The first version of "Van Gogh's Bedroom in Arles" was damaged during transportation. At Saint Rémy, he had copied two oil paintings on the same theme. These paintings have two jugs, bottles, and brushes on the table. There is a chair on both sides of the table. The two objects in the picture were interpreted as detecting the arrival of his friend or as a longing for a friend.

 

In "Van Gogh's Bedroom in Arles", which has three versions, some elements differ from each other. The image that appears here is one of the two copies he made in 1889 in Saint Rémy. With a self-portrait and the portrait of his sister Wil, a Japanese engraver was hung over the head of the bed.

 

Bibliography;

Walther, I.F., (2005).

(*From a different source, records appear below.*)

def reject_lines(
    raw: pd.DataFrame, products: pd.DataFrame, spans: pd.DataFrame, calendar, source, plausible: PlausibilityConfig,
    first_period: int | None = None,
) -> tuple[UsedLines, pd.DataFrame, pd.Timestamp]:
    """Split raw lines into usable lines (parsed, as integer codes) and rejected lines (with reason).

    `first_period` (a shard of a class, `pipelines.shards`): the class's first trusted period (ordinal), so the
    shard rejects as `isolated_date` exactly the lines the whole class would; None: from these lines.

    Returns (used, rejected, cycle_date). Each text column is coded once
    (`text_codes.codes_of`) and each rule on a cell (a date, a quantity, a
    known product) is judged once per distinct cell; the keys are packed into
    one integer jointly with the spans' (as `keys.joint_codes`), so the lines
    are never copied as text. The reasons, first that applies:
    the reader's (`read_error`), `missing_key`, `bad_date`, `bad_quantity`,
    `quantity_out_of_bounds`, `unknown_product`, `no_customer_span`,
    `duplicate_of_other_file`, `date_before_window`, `date_after_window`,
    `isolated_date`, `on_or_after_cycle_date` (`pipelines.stages.cleaned_history`, rule 1).
    """
    period = calendar.period
    reason = np.zeros(len(raw), dtype=np.int16)  # 0: no reason yet, else 1 + its place in `reasons`
    reasons: list[str] = []
    free = np.ones(len(raw), dtype=bool)  # reason == 0, kept in place as lines are marked
    hit = np.empty(len(raw), dtype=bool)  # one buffer for every rule's newly marked lines

    def mark(mask, why) -> None:
        np.logical_and(mask, free, out=hit)
        if hit.any():
            if why not in reasons:
                reasons.append(why)
            reason[hit] = reasons.index(why) + 1
            np.greater(free, hit, out=free)  # free & ~hit

    if "read_error" in raw.columns:
        for why, mask in _read_errors(raw["read_error"]):
            mark(mask, why)
    # each text column coded once (`text_codes`); its rules judged on its distinct values, reached by the codes.
    # Lines in runs of one key (a leaf's lines read together): the keys coded and judged per run, then repeated
    keyed, starts = _key_runs(raw)
    lengths = None if starts is None else np.diff(np.append(starts, len(raw)))

    def spread(per_run: np.ndarray) -> np.ndarray:  # a per-run array repeated to the lines
        return per_run if lengths is None else np.repeat(per_run, lengths)

    key_codes = {c: codes_of(keyed[c], use_na_sentinel=False) for c in LEAF}
    mark(spread(np.logical_or.reduce([(u == "")[k] for k, u in key_codes.values()])), "missing_key")
    day = distinct_dates(raw["period_start"])
    # a date pandas cannot hold (year 9999) is still a date, outside the window: looked for among the unparsed only
    # (each rule judged on the distinct cells, then taken to the lines)
    unparsed = day.take(day.value_nat)
    mark(day.take(day.value_nat & (day.outside == 0)), "bad_date")
    qty_code, qty_values = distinct_quantities(raw["quantity"])
    mark((~np.isfinite(qty_values))[qty_code], "bad_quantity")
    size = np.abs(np.nan_to_num(qty_values, nan=0.0, posinf=0.0, neginf=0.0))
    mark((size > plausible.max_abs_quantity)[qty_code], "quantity_out_of_bounds")
    product_code, product_text = key_codes["product"]
    mark(spread(~pd.Series(product_text).isin(products["product"]).to_numpy()[product_code]), "unknown_product")
    codes = _joint_leaf_codes(key_codes, spans)
    del key_codes
    if codes is None:  # too many distinct keys to pack into one integer: pandas' own grouping
        codes = factorize(pd.concat([keyed[LEAF], spans[LEAF]], ignore_index=True), LEAF)[0]
        codes = codes[: len(keyed)], codes[len(keyed) :]
    run_code = codes[0]

    def line_code(rows: np.ndarray) -> np.ndarray:  # the key code of the lines `rows` (from their runs)
        return run_code[rows] if starts is None else run_code[np.searchsorted(starts, rows, side="right") - 1]

    mark(spread(~pd.Series(run_code).isin(codes[1]).to_numpy()), "no_customer_span")
    del codes
    same_value = (day.take(day.value_code), qty_code, pd.factorize(qty_values, use_na_sentinel=False)[0])
    mark(_repeated_in_earlier_file(raw, line_code, same_value, free), "duplicate_of_other_file")

    # the cycle date: given, or the period after the trusted end of the usable lines
    has_date = ~unparsed
    ok = free & has_date
    cell_ordinals = day.ordinals(period)  # per distinct date cell (0 where none)
    ordinals = day.take(cell_ordinals.astype(np.int32))  # int32; 0 for a line without a date (rejected)
    gap = gap_periods(plausible.isolation_gap_years, period)
    last = None
    if ok.any() and calendar.cycle_date == LATEST_COMPLETE_PERIOD:
        periods, counts = day.period_counts(cell_ordinals, ok)
        _, last_ord = trusted_extent(periods, gap, counts=counts)
        last = ordinal_to_start(np.array([last_ord]), period)[0]
    cycle_date = resolve_cycle_date(calendar.cycle_date, last, period, str(source))
    cycle_ord = int(period_ordinal(pd.DatetimeIndex([cycle_date]), period)[0])

    # plausible dates: inside the window around the cycle date, not cut off from the rest of the history
    lowest = cycle_date - pd.Timedelta(days=round(plausible.years_before_cycle * 365.2425))
    highest = cycle_date + pd.Timedelta(days=round(plausible.years_after_cycle * 365.2425))
    values = pd.Series(day.value)
    mark(day.take((values < lowest).to_numpy() | (day.outside < 0)), "date_before_window")
    mark(day.take((values >= highest).to_numpy() | (day.outside > 0)), "date_after_window")
    history = free & (ordinals < cycle_ord) & has_date
    if history.any():
        first_ord = first_period
        if first_period is None:  # the history's lines per period, counted per distinct date cell
            periods, counts = day.period_counts(cell_ordinals, history)
            first_ord = trusted_extent(periods, gap, trim_end=False, counts=counts)[0]
        mark(history & (ordinals < first_ord), "isolated_date")
    mark(has_date & (ordinals >= cycle_ord), "on_or_after_cycle_date")
    ok = free
    ordinals[~ok] = np.iinfo(np.int32).max  # in place (this function's own): a rejected line's period is no period
    if starts is None:  # no runs: each used line a run of its own, a code per line
        run_start = np.flatnonzero(ok)
        run_length = run_used = np.ones(len(run_start), dtype=np.int64)
        leaf_of_run = pd.factorize(run_code[ok])[0].astype(np.int64)
    else:  # numbered by first appearance among the used lines = among the runs holding one, coded per run
        per_run = np.add.reduceat(ok, starts, dtype=np.int64) if len(starts) else np.zeros(0, dtype=np.int64)
        used_runs = np.flatnonzero(per_run)
        leaf_of_run = pd.factorize(run_code[used_runs])[0].astype(np.int64)
        run_start, run_length, run_used = starts[used_runs], lengths[used_runs], per_run[used_runs]
    first_used = run_start[first_appearances(leaf_of_run)]  # each leaf's first run: its first used line
    for i in np.flatnonzero(~ok[first_used]).tolist():  # a run whose first lines were rejected (rare)
        first_used[i] += int(np.argmax(ok[first_used[i] :]))
    leaves = raw.iloc[first_used][LEAF].reset_index(drop=True) if len(first_used) else raw[LEAF].iloc[0:0]
    whole = len(raw) >= 1024 and all(raw[c].dtype == object for c in LEAF)  # `_key_runs` = `leaf_runs(raw)`'s runs
    raw_runs = (None if starts is None or keyed.isna().any().any() else (starts, keyed)) if whole else RUNS_UNSEEN
    used = UsedLines(leaves.reset_index(drop=True), ordinals, qty_code, qty_values, ok, run_start, run_length,
                     run_used, leaf_of_run, raw_runs)
    rejected = raw.loc[~ok].drop(columns=["read_error"], errors="ignore").copy()
    rejected["reason"] = np.array([None, *reasons], dtype=object)[reason[~ok]]
    return used, rejected.reset_index(drop=True), cycle_date
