def line_accounting(raw_lines: int, cleaned: pd.DataFrame, rejected: pd.DataFrame) -> dict[str, int]:
    """Raw lines against used (summed into cleaned periods) plus rejected lines."""
    used = int(cleaned["lines"].sum())
    return {"raw_lines": raw_lines, "used_lines": used, "rejected_lines": len(rejected), "unaccounted": raw_lines - used - len(rejected)}


def cycle_calendar(cleaned: pd.DataFrame, config: PlanningConfig, cycle_date: pd.Timestamp) -> pd.DataFrame:
    """One row describing the cycle: its date, period kind, horizon and history range."""

    period = config.calendar.period
    horizon = horizon_starts(cycle_date, config.calendar.horizon, period)
    start = cleaned["period_start"].min() if len(cleaned) else pd.NaT
    periods = (
        int(period_ordinal(pd.DatetimeIndex([cycle_date]), period)[0] - period_ordinal(pd.DatetimeIndex([start]), period)[0])
        if len(cleaned)
        else 0
    )
    return pd.DataFrame(
        {
            "cycle_date": [cycle_date],
            "period": [period],
            "horizon": [config.calendar.horizon],
            "horizon_end": [horizon[-1]],
            "history_start": [start],
            "history_periods": [periods],
        }
    )
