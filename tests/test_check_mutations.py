"""Every blocking check can fail: take a correct output, corrupt one number or one row, see the check fail naming it.

The correct outputs are two partitions of the demo cycle made by the stages'
own runs (`stage_runs.run_partition`): `consumables` (top-down; the demo's
lifecycle cases, pins, returns and outliers) and `spares` with the
`children_forecast` share method and a backtest between `mint_shrink` and
`wls_var` (so its forecast is reconciled and its period basis is stored);
and the publication's input (one version per table of the class, each written
by the run that publishes it). Each check is judged by the function its
stage's `run` (or the publication asset) calls, on the tables as they were
written (`JUDGES`). `MUTATIONS` lists, per blocking rule check
of the catalogue (`pipelines.checks.CHECKS`), one or more corruptions and the
key of the row the check must name; a blocking check without one fails
`test_every_blocking_check_has_a_mutation`. Every asset's schema check
(`<asset>_matches_schema`, blocking) is corrupted the same way for every
pandera model (`pipelines.tables.MODELS`): one cell of a required column
blanked, and so is the publication's. DEVELOPERS.md keeps the table check -> test.
"""

from __future__ import annotations

from collections.abc import Callable
from dataclasses import dataclass

import numpy as np
import pandas as pd
import pytest
import yaml
from stage_runs import ROOT, PartitionRun, demo_config, run_partition

from pipelines import checks as C
from pipelines.tables import MODELS

CYCLE = "2026-11-30"
Tables = dict[str, pd.DataFrame]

Van Gogh, Birinci Basım, Taschen/Remzi Kitabevi, İstanbul.

Spence, D., (2015). Büyük Ressamlar Van Gogh, Üçüncü Baskı, Beta Yayınları, İstanbul.

Yetkin, S.K., (2007). Büyük Ressamlar, Birinci Baskı, Palme Yayıncılık, Ankara.

Çev: Kür, P., (2006). Theo'ya Mektuplar, Dördüncü Baskı, Yapı Kredi Yayınları, İstanbul.

Eroğlu, Ö., (2014). Üç Postempresyonist Ruh Cézanne-Van Gogh-Gauguin, Birinci Baskı, Tekhne Yayınlar, İstanbul.

Gombrich, E.H., (2002). Sanatın Öyküsü, Üçüncü Baskı, Remzi Kitabevi, İstanbul.